▶ **Activity**
Only these lines of the data below are wanted: the one with "equivalent FBH of", the one with "if (gate_mm is", and any lines between them, each repeated exactly.

Data section Block Start

def procedure_from_options(
    *,
    gate_mm: Iterable[float] | None = None,
    gate_us: Iterable[float] | None = None,
    threshold_fsh: float | None = None,
    mode: str = "peak",
    backwall_gate_mm: Iterable[float] | None = None,
    rules: str | None = None,
    min_area_mm2: float = 0.0,
    detect: str = "rectified",
    threshold_db: float | None = None,
    dac: DacCurve | None = None,
    dgs_fbh_mm: float | None = None,
) -> Procedure:
    """The procedure behind ``ndtmap indications``'s options (a flaw gate, an optional back-wall gate).

    The flaw gate is given in depth, `gate_mm`, or in time from pulse entry,
    `gate_us` (unambiguous where a depth window would cover several legs of
    an angle beam); exactly one of the two.

    The detection level is `threshold_fsh` (%FSH) or `threshold_db`, in dB
    re the recording curve: the DAC `dac`, or the DGS curve of an
    equivalent FBH of `dgs_fbh_mm` set from the back-wall echo (which needs
    `backwall_gate_mm`).

    Examples
    --------
    >>> p = procedure_from_options(gate_mm=(2.0, 20.0), threshold_fsh=25.0, backwall_gate_mm=(23.0, 27.0))
    >>> [g.name for g in p.gates], p.detection_level, p.backwall_gate
    (['flaw', 'backwall'], '25 %FSH', 'backwall')
    >>> from ndtmap.signal import dac_curve
    >>> procedure_from_options(gate_mm=(5, 45), threshold_db=0.0, dac=dac_curve([10, 50], [80, 20])).detection_level
    '0 dB re the DAC'
    """
    if (threshold_fsh is None) == (threshold_db is None):
        raise ParameterError("give exactly one of `threshold_fsh` (%FSH) and `threshold_db` (dB re the DAC or DGS "
                             f"curve), got threshold_fsh={threshold_fsh!r}, threshold_db={threshold_db!r}")
    if dac is not None and dgs_fbh_mm is not None:
        raise ParameterError("give either a DAC (`dac`) or a DGS level (`dgs_fbh_mm`), not both")
    recording = None
    if dac is not None:
        recording = RecordingCurve("dac", dac=dac)
    elif dgs_fbh_mm is not None:
        recording = RecordingCurve("dgs", fbh_mm=dgs_fbh_mm)
    if threshold_db is not None and recording is None:
        raise ParameterError("`threshold_db` is a level in dB re the recording curve: give a DAC (`dac`, the "
                             "command line's --dac FILE) or a DGS level (`dgs_fbh_mm`, --dgs-fbh-mm)")
    if (gate_mm is None) == (gate_us is None):
        raise ParameterError(f"give exactly one of `gate_mm` (depth) and `gate_us` (time from pulse entry), got "
                             f"gate_mm={gate_mm!r}, gate_us={gate_us!r}")
    start, end = gate_mm if gate_mm is not None else gate_us
    unit = "mm" if gate_mm is not None else "us"
    if threshold_db is not None:
        flaw = Gate("flaw", float(start), float(end), unit=unit, threshold_db=float(threshold_db), reference="dac",
                    mode=mode)
    else:
        flaw = Gate("flaw", float(start), float(end), unit=unit, threshold_fsh=float(threshold_fsh), mode=mode)
    gates = [flaw]
    if backwall_gate_mm is not None:
        b0, b1 = backwall_gate_mm
        level = {} if threshold_fsh is None else {"threshold_fsh": float(threshold_fsh)}
        gates.append(Gate("backwall", float(b0), float(b1), **level))
    return Procedure(
        name="command-line options",
        gates=tuple(gates),
        detection_gate="flaw",
        backwall_gate="backwall" if backwall_gate_mm is not None else None,
        min_area_mm2=min_area_mm2,
        detect=detect,
        rules=rules,
        recording=recording,
    )
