@dataclass(frozen=True)
class Procedure:
    """An analysis of a scan grid, as captured in a procedure file.

    Parameters
    ----------
    name : str
        A name for people.
    gates : tuple of Gate
        All gates, each named.
    detection_gate : str
        Name of the gate whose amplitude map is searched for indications, at
        that gate's level (its ``threshold_fsh``, or ``threshold_db`` re a
        reference: :class:`ndtmap.gates.Gate`).
    backwall_gate : str, optional
        Name of the back-wall gate (back-wall loss, thickness, DGS reference).
    backwall_nominal_fsh : float, optional
        Nominal back-wall level; default the median over the scan.
    backwall_loss_threshold_db : float, optional
        Also report regions where the back wall drops by at least this much.
    min_area_mm2, min_positions
        Smallest indication kept.
    detect : {'rectified', 'envelope'}
        Detection signal of the gates.
    edge : {'first', 'outermost'}
        Drop-sizing walk rule (see :func:`ndtmap.indications.sizing.drop_length`).
    transfer_correction_db : float
        Transfer correction of the DGS evaluation, dB.
    velocity_m_s, zero_offset_us : float, optional
        Calibration overriding the grid's values.
    rules : str, optional
        Path of a screening-rules TOML file (relative to the procedure file).
    figures : tuple of str
        Figures a report shows, from :data:`FIGURE_KINDS`.
    description : str
        Free text.
    first_look : bool
        True for a procedure derived from the grid by :func:`first_look_procedure`.
    base_dir : str, optional
        Folder that relative paths in the procedure refer to.
    """

    name: str
    gates: tuple[Gate, ...]
    detection_gate: str
    backwall_gate: str | None = None
    backwall_nominal_fsh: float | None = None
    backwall_loss_threshold_db: float | None = None
    min_area_mm2: float = 0.0
    min_positions: int = 1
    detect: str = "rectified"
    edge: str = "first"
    transfer_correction_db: float = 0.0
    velocity_m_s: float | None = None
    zero_offset_us: float | None = None
    rules: str | None = None
    figures: tuple[str, ...] = FIGURE_KINDS
    description: str = ""
    first_look: bool = False
    base_dir: str | None = field(default=None, compare=False)

    def __post_init__(self) -> None:
        gates = tuple(self.gates)
        if not gates:
            raise ProcedureError("a procedure needs at least one gate")
        for g in gates:
            if not isinstance(g, Gate):
                raise ProcedureError(f"`gates` must hold Gate objects, got {g!r}")
        names = [g.name for g in gates]
        dup = sorted({n for n in names if names.count(n) > 1})
        if dup:
            raise ProcedureError(f"gate names must be unique; repeated: {dup}")
        object.__setattr__(self, "gates", gates)
        if self.detection_gate not in names:
            raise ProcedureError(f"`detection.gate` {self.detection_gate!r} is not one of the gates {names}")
        if self.backwall_gate is not None and self.backwall_gate not in names:
            raise ProcedureError(f"`backwall.gate` {self.backwall_gate!r} is not one of the gates {names}")
        for g in gates:
            try:
                gate_chain(gates, g.name)
            except NdtmapError as exc:
                raise ProcedureError(str(exc)) from None
        level_gates = [g.name for g in gates if g.reference == "backwall"]
        if level_gates and self.backwall_gate is None:
            raise ProcedureError(
                f"gate(s) {level_gates} have their level in dB re the back wall; the procedure needs a [backwall] gate"
            )
        if self.backwall_gate in level_gates:
            raise ProcedureError(f"the back-wall gate {self.backwall_gate!r} cannot have its level re the back wall")
        for name in ("backwall_nominal_fsh",):
            if getattr(self, name) is not None:
                object.__setattr__(self, name, _wrap(positive_float, name, getattr(self, name)))
        if self.backwall_loss_threshold_db is not None:
            if self.backwall_gate is None:
                raise ProcedureError("`backwall.loss_threshold_db` needs `backwall.gate`")
            object.__setattr__(
                self,
                "backwall_loss_threshold_db",
                _wrap(positive_float, "backwall.loss_threshold_db", self.backwall_loss_threshold_db),
            )
        object.__setattr__(self, "min_area_mm2", _wrap(nonnegative_float, "detection.min_area_mm2", self.min_area_mm2))
        if isinstance(self.min_positions, bool) or not isinstance(self.min_positions, int) or self.min_positions < 1:
            raise ProcedureError(f"`detection.min_positions` must be a whole number >= 1, got {self.min_positions!r}")
        _wrap(one_of, "detection.detect", self.detect, DETECT_KINDS)
        _wrap(one_of, "sizing.edge", self.edge, EDGE_RULES)
        object.__setattr__(
            self,
            "transfer_correction_db",
            _wrap(finite_float, "sizing.transfer_correction_db", self.transfer_correction_db),
        )
        if self.velocity_m_s is not None:
            object.__setattr__(
                self, "velocity_m_s", _wrap(positive_float, "calibration.velocity_m_s", self.velocity_m_s)
            )
        if self.zero_offset_us is not None:
            object.__setattr__(
                self, "zero_offset_us", _wrap(finite_float, "calibration.zero_offset_us", self.zero_offset_us)
            )
        figures = tuple(self.figures)
        bad = [f for f in figures if f not in FIGURE_KINDS]
        if bad:
            raise ProcedureError(f"unknown figure kind(s) {bad} in `figures.include`; known: {list(FIGURE_KINDS)}")
        object.__setattr__(self, "figures", figures)

    def gate(self, name: str) -> Gate:
        """The gate called `name`."""
        for g in self.gates:
            if g.name == name:
                return g
        raise ProcedureError(f"no gate named {name!r}; gates: {[g.name for g in self.gates]}")

    @property
    def detection_level(self) -> str:
        """The detection level for people, from the detection gate (e.g. ``'20 %FSH'``)."""
        return self.gate(self.detection_gate).level_text()

    def with_gate(self, gate: Gate) -> Procedure:
        """A copy with `gate` replacing the gate of the same name (or added)."""
        gates = [gate if g.name == gate.name else g for g in self.gates]
        if gate.name not in [g.name for g in self.gates]:
            gates.append(gate)
        return replace(self, gates=tuple(gates))

    def rules_path(self) -> Path | None:
        """Resolved path of the screening-rules file, if any."""
        if self.rules is None:
            return None
        p = Path(self.rules)
        if not p.is_absolute() and self.base_dir:
            p = Path(self.base_dir) / p
        return p

    def to_dict(self) -> dict[str, Any]:
        """The procedure as nested plain data, in the layout of the TOML file."""
        doc: dict[str, Any] = {
            "procedure": {
                "format": PROCEDURE_FORMAT,
                "name": self.name,
                "description": self.description,
                "first_look": self.first_look,
            },
        }
        cal = {
            k: v
            for k, v in (("velocity_m_s", self.velocity_m_s), ("zero_offset_us", self.zero_offset_us))
            if v is not None
        }
        if cal:
            doc["calibration"] = cal
        doc["gate"] = [_gate_entry(g) for g in self.gates]
        det: dict[str, Any] = {"gate": self.detection_gate}
        det.update(min_area_mm2=self.min_area_mm2, min_positions=self.min_positions, detect=self.detect)
        doc["detection"] = det
        if self.backwall_gate is not None:
            bw: dict[str, Any] = {"gate": self.backwall_gate}
            if self.backwall_nominal_fsh is not None:
                bw["nominal_fsh"] = self.backwall_nominal_fsh
            if self.backwall_loss_threshold_db is not None:
                bw["loss_threshold_db"] = self.backwall_loss_threshold_db
            doc["backwall"] = bw
        doc["sizing"] = {"edge": self.edge, "transfer_correction_db": self.transfer_correction_db}
        if self.rules is not None:
            doc["screening"] = {"rules": self.rules}
        doc["figures"] = {"include": list(self.figures)}
        return doc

Data section Block End

▶ **Response below**
    equivalent FBH of `dgs_fbh_mm` set from the back-wall echo (which needs
    `backwall_gate_mm`).

    Examples
    --------
    >>> p = procedure_from_options(gate_mm=(2.0, 20.0), threshold_fsh=25.0, backwall_gate_mm=(23.0, 27.0))
    >>> [g.name for g in p.gates], p.detection_level, p.backwall_gate
    (['flaw', 'backwall'], '25 %FSH', 'backwall')
    >>> from ndtmap.signal import dac_curve
    >>> procedure_from_options(gate_mm=(5, 45), threshold_db=0.0, dac=dac_curve([10, 50], [80, 20])).detection_level
    '0 dB re the DAC'
    """
    if (threshold_fsh is None) == (threshold_db is None):
        raise ParameterError("give exactly one of `threshold_fsh` (%FSH) and `threshold_db` (dB re the DAC or DGS "
                             f"curve), got threshold_fsh={threshold_fsh!r}, threshold_db={threshold_db!r}")
    if dac is not None and dgs_fbh_mm is not None:
        raise ParameterError("give either a DAC (`dac`) or a DGS level (`dgs_fbh_mm`), not both")
    recording = None
    if dac is not None:
        recording = RecordingCurve("dac", dac=dac)
    elif dgs_fbh_mm is not None:
        recording = RecordingCurve("dgs", fbh_mm=dgs_fbh_mm)
    if threshold_db is not None and recording is None:
        raise ParameterError("`threshold_db` is a level in dB re the recording curve: give a DAC (`dac`, the "
                             "command line's --dac FILE) or a DGS level (`dgs_fbh_mm`, --dgs-fbh-mm)")
    if (gate_mm is None) == (gate_us is None):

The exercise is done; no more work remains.